4.5. Micro Diversity, Macro Diversity, and IP Diversity

   Certain air interfaces (e.g.  UTRAN FDD mode) require or at least
   support macro diversity combining.  Essentially, this refers to
   the fact that a single MN is able to send and receive over two
   independent radio channels ('diversity branches') at the same time;
   the information received over different branches is compared and that
   from the better branch passed to the upper layers.  This can be used
   both to improve overall performance, and to provide a seamless type
   of handover at layer 2, since a new branch can be added before the
   old is deleted.  See also [6].

   It is necessary to differentiate between combining/diversity that
   occurs at the physical and radio link layers, where the relevant unit
   of data is the radio frame, and that which occurs at layer 3, the
   network layer, where what is considered is the IP packet itself.

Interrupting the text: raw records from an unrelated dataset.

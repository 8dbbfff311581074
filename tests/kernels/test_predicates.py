"""Orientation signs against rational arithmetic, the slow twin that cannot round."""

from fractions import Fraction

import numpy as np
import pytest
from hypothesis import given, settings
from hypothesis import strategies as st

from volmap.kernels import predicates
from volmap.kernels.compiled import kernel
from volmap.kernels.predicates import orientation_signs

orient_2d, orient_3d = kernel(predicates.orient_2d.py_func), kernel(predicates.orient_3d.py_func)

TET = np.array([[0, 1, 2, 3]])
REFERENCE = np.array([[0.0, 0, 0], [1, 0, 0], [0, 1, 0], [0, 0, 1]])


def sign_by_cofactors(corners):
    """Sign of the 4x4 determinant with a column of ones, by rational Gaussian elimination."""
    rows = [[Fraction(float(c)) for c in p] + [Fraction(1)] for p in corners]
    sign = 1
    for i in range(4):
        pivot = next((r for r in range(i, 4) if rows[r][i] != 0), None)
        if pivot is None:
            return 0
        if pivot != i:
            rows[i], rows[pivot], sign = rows[pivot], rows[i], -sign
        sign *= 1 if rows[i][i] > 0 else -1
        for r in range(i + 1, 4):
            factor = rows[r][i] / rows[i][i]
            rows[r] = [a - factor * b for a, b in zip(rows[r], rows[i], strict=True)]
    return -sign  # det[p; 1] of four points is minus det of the three edges from the first


def test_reference_tet_is_positive_and_its_mirror_is_not():
    assert orientation_signs(REFERENCE, TET)[0] == 1
    assert orientation_signs(REFERENCE, TET[:, [0, 2, 1, 3]])[0] == -1
    assert sign_by_cofactors(REFERENCE) == 1


plain_size = st.floats(-1e3, 1e3, allow_subnormal=False).filter(lambda x: x == 0 or abs(x) > 1e-75)
weights = st.floats(-1, 2, allow_subnormal=False)


@settings(max_examples=300, deadline=None)
@given(st.lists(plain_size, min_size=9, max_size=9), weights, weights, st.integers(-3, 3))
def test_nearly_coplanar_tets_have_the_rational_sign(values, s, t, nudges):
    """The fourth point is put on the plane of the others up to rounding, then moved by a few last bits."""
    a, b, c = np.array(values).reshape(3, 3)
    d = a + s * (b - a) + t * (c - a)
    for _ in range(abs(nudges)):
        d[2] = np.nextafter(d[2], np.inf if nudges > 0 else -np.inf)
    corners = np.array([a, b, c, d])
    assert orientation_signs(corners, TET)[0] == sign_by_cofactors(corners)


@settings(max_examples=200, deadline=None)
@given(st.lists(st.integers(-2, 2), min_size=12, max_size=12), st.sampled_from([0.1, 1 / 3, 1e-9, 7.3e8]))
def test_lattice_tets_have_the_rational_sign(values, step):
    corners = np.array(values, float).reshape(4, 3) * step + np.array([0.7, -0.3, 1e4]) * (step == 0.1)
    assert orientation_signs(corners, TET)[0] == sign_by_cofactors(corners)


def test_numbers_too_small_or_large_for_products_are_decided_by_fractions():
    for size in (1e-160, 5e-324, 1e150):
        corners = REFERENCE * size
        assert orientation_signs(corners, TET)[0] == 1
        assert orientation_signs(corners, TET[:, [1, 0, 2, 3]])[0] == -1
    flat = REFERENCE.copy()
    flat[3] = [1e-200, 0, 0]
    assert orientation_signs(flat, TET)[0] == 0


def test_floating_point_alone_would_be_wrong():
    """Points next to a plane through (12,12,12) and (24,24,24), in the manner of Kettner et al. (2008)."""
    base = np.array([[0.5, 0.5, 0.5], [12, 12, 12], [24, 24, 24], [24.0, 12.0, 30.0]])
    grid = np.arange(16) * 2.0**-53
    points = np.tile(base, (256, 1, 1))
    points[:, 0, 0] += np.repeat(grid, 16)
    points[:, 0, 1] += np.tile(grid, 16)
    tets = np.arange(4 * len(points)).reshape(-1, 4)
    exact = np.array([sign_by_cofactors(p) for p in points])
    assert np.array_equal(orientation_signs(points.reshape(-1, 3), tets), exact)
    naive = np.sign([np.linalg.det(p[1:] - p[0]) for p in points])
    assert (naive != exact).any()
    assert len(np.unique(exact)) == 3


def test_swapping_corners_changes_the_sign():
    rng = np.random.default_rng(3)
    points = rng.normal(size=(40, 3))
    tets = np.array([rng.permutation(40)[:4] for _ in range(100)])
    assert np.array_equal(orientation_signs(points, tets), -orientation_signs(points, tets[:, [0, 1, 3, 2]]))


@settings(max_examples=200, deadline=None)
@given(st.lists(st.integers(-3, 3), min_size=6, max_size=6), st.integers(0, 2))
def test_flat_triangles_have_the_rational_sign(values, axis):
    points = np.zeros((3, 3))
    u, v = (axis + 1) % 3, (axis + 2) % 3
    points[:, [u, v]] = np.array(values).reshape(3, 2) * 0.1 + 0.7
    p = [[Fraction(float(points[i, w])) for w in (u, v)] for i in range(3)]
    det = (p[1][0] - p[0][0]) * (p[2][1] - p[0][1]) - (p[1][1] - p[0][1]) * (p[2][0] - p[0][0])
    assert orient_2d(points, axis, 0, 1, 2) == (det > 0) - (det < 0)


@settings(max_examples=200, deadline=None)
@given(st.lists(plain_size, min_size=4, max_size=4), weights, st.integers(-3, 3), st.integers(0, 2))
def test_nearly_collinear_points_have_the_rational_sign(values, t, nudges, axis):
    """The third point is put on the line of the others up to rounding, then moved by a few last bits."""
    u, v = (axis + 1) % 3, (axis + 2) % 3
    points = np.zeros((3, 3))
    points[:2, [u, v]] = np.array(values).reshape(2, 2)
    points[2] = points[0] + t * (points[1] - points[0])
    for _ in range(abs(nudges)):
        points[2, v] = np.nextafter(points[2, v], np.inf if nudges > 0 else -np.inf)
    p = [[Fraction(float(points[i, w])) for w in (u, v)] for i in range(3)]
    det = (p[1][0] - p[0][0]) * (p[2][1] - p[0][1]) - (p[1][1] - p[0][1]) * (p[2][0] - p[0][0])
    if np.abs(points[points != 0]).min(initial=1) > 1e-75:
        assert orient_2d(points, axis, 0, 1, 2) == (det > 0) - (det < 0)


@pytest.mark.parametrize("axis", [0, 1, 2])
def test_a_triangle_seen_along_an_axis_turns_as_its_tet(axis):
    """Counter-clockwise along an axis is positive with a fourth point further along it."""
    points = np.zeros((4, 3))
    points[1, (axis + 1) % 3] = points[2, (axis + 2) % 3] = points[3, axis] = 1.0
    assert orient_2d(points, axis, 0, 1, 2) == 1
    assert orient_3d(points, 0, 1, 2, 3) == 1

   In the following definitions micro- and macro diversity refer to
   protocol layers below the network layer, and IP diversity refers to
   the network layer.

      Micro diversity

         for example, two antennas on the same transmitter send the same
         signal to a receiver over a slightly different path to overcome
         fading.

      Macro diversity

         Duplicating or combining actions taking place over multiple
         APs, possibly attached to different ARs.  This may require
         support from the network layer to move the radio frames between
         the base stations and a central combining point.

      IP diversity

         the splitting and combining of packets at the IP level.


4.6. Paging, and Mobile Node States and Modes

   Mobile systems may employ the use of MN states in order to operate
   more efficiently without degrading the performance of the system.
   The term 'mode' is also common and means the same as 'state'.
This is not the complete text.